### PROBLEM DESCRIPTION:
The answer must be every line below that contains the string "sqrt".

### EXTRACTED INFORMATION:
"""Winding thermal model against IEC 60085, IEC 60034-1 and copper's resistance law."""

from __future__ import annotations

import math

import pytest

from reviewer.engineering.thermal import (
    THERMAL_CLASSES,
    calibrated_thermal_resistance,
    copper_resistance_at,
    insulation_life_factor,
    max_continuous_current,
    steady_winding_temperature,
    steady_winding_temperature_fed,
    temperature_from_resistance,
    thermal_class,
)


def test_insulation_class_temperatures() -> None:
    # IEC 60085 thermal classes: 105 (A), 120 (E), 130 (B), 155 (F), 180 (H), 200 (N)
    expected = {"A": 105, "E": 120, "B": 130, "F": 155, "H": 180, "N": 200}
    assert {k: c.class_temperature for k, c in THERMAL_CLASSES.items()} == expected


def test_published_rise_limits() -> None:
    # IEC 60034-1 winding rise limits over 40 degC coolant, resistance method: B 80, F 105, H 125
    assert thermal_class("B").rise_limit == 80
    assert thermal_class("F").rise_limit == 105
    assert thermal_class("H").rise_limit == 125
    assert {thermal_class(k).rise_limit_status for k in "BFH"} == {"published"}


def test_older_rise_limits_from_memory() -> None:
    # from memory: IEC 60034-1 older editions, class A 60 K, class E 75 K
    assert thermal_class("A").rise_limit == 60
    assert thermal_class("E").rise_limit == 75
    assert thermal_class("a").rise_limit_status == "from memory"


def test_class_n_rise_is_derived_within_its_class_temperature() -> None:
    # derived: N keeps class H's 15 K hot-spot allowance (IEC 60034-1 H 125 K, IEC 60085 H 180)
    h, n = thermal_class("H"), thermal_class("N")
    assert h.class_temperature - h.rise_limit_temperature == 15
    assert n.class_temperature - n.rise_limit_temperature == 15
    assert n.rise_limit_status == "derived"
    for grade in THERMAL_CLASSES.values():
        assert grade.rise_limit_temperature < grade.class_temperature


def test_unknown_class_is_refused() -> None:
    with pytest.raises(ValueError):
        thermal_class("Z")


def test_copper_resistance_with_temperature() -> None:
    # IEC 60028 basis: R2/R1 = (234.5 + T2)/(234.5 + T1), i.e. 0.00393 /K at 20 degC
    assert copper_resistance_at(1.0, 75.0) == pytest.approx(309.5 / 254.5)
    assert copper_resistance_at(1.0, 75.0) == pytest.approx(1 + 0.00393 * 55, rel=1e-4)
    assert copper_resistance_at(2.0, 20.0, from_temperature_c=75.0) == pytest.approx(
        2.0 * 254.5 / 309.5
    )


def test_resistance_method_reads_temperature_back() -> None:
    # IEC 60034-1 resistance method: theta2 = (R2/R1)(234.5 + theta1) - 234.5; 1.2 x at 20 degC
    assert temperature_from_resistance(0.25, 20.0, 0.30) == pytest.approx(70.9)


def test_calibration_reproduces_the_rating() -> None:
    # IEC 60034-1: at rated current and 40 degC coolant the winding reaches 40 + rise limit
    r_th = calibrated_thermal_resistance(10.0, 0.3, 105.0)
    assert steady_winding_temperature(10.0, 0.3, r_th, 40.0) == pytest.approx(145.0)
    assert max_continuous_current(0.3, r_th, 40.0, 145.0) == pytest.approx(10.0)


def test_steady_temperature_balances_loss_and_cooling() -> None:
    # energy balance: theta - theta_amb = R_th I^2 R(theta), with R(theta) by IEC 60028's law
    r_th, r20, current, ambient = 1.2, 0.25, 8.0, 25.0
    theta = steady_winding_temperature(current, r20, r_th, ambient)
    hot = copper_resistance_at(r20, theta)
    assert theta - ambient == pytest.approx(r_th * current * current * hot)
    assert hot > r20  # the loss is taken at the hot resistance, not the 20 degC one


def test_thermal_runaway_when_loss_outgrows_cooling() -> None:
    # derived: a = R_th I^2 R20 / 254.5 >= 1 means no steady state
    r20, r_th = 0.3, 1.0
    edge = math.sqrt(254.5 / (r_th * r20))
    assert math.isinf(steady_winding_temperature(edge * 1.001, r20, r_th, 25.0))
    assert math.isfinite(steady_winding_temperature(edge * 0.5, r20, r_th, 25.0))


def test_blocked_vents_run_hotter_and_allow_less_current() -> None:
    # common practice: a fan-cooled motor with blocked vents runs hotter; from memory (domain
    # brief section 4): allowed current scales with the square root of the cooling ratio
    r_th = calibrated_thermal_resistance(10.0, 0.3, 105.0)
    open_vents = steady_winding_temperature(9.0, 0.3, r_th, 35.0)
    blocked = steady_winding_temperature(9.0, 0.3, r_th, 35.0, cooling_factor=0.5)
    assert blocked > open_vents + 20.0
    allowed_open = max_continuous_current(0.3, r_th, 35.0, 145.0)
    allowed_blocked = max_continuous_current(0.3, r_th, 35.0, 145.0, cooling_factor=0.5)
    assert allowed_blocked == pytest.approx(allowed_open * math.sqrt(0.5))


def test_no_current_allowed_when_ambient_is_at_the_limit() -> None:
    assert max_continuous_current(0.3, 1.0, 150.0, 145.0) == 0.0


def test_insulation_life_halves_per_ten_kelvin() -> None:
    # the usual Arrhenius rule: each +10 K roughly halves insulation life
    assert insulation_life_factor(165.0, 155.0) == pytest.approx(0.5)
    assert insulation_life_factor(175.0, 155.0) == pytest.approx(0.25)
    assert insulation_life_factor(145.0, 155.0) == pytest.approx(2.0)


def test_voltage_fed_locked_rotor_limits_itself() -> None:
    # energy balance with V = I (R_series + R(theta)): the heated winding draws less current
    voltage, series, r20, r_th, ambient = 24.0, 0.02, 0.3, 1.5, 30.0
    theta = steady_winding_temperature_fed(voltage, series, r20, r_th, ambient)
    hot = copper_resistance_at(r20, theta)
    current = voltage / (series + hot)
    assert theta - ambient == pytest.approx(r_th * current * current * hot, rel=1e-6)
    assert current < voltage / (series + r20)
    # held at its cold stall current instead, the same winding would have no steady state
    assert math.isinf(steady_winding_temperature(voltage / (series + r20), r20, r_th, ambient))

### TASK SOLUTION:
    edge = math.sqrt(254.5 / (r_th * r20))
    assert allowed_blocked == pytest.approx(allowed_open * math.sqrt(0.5))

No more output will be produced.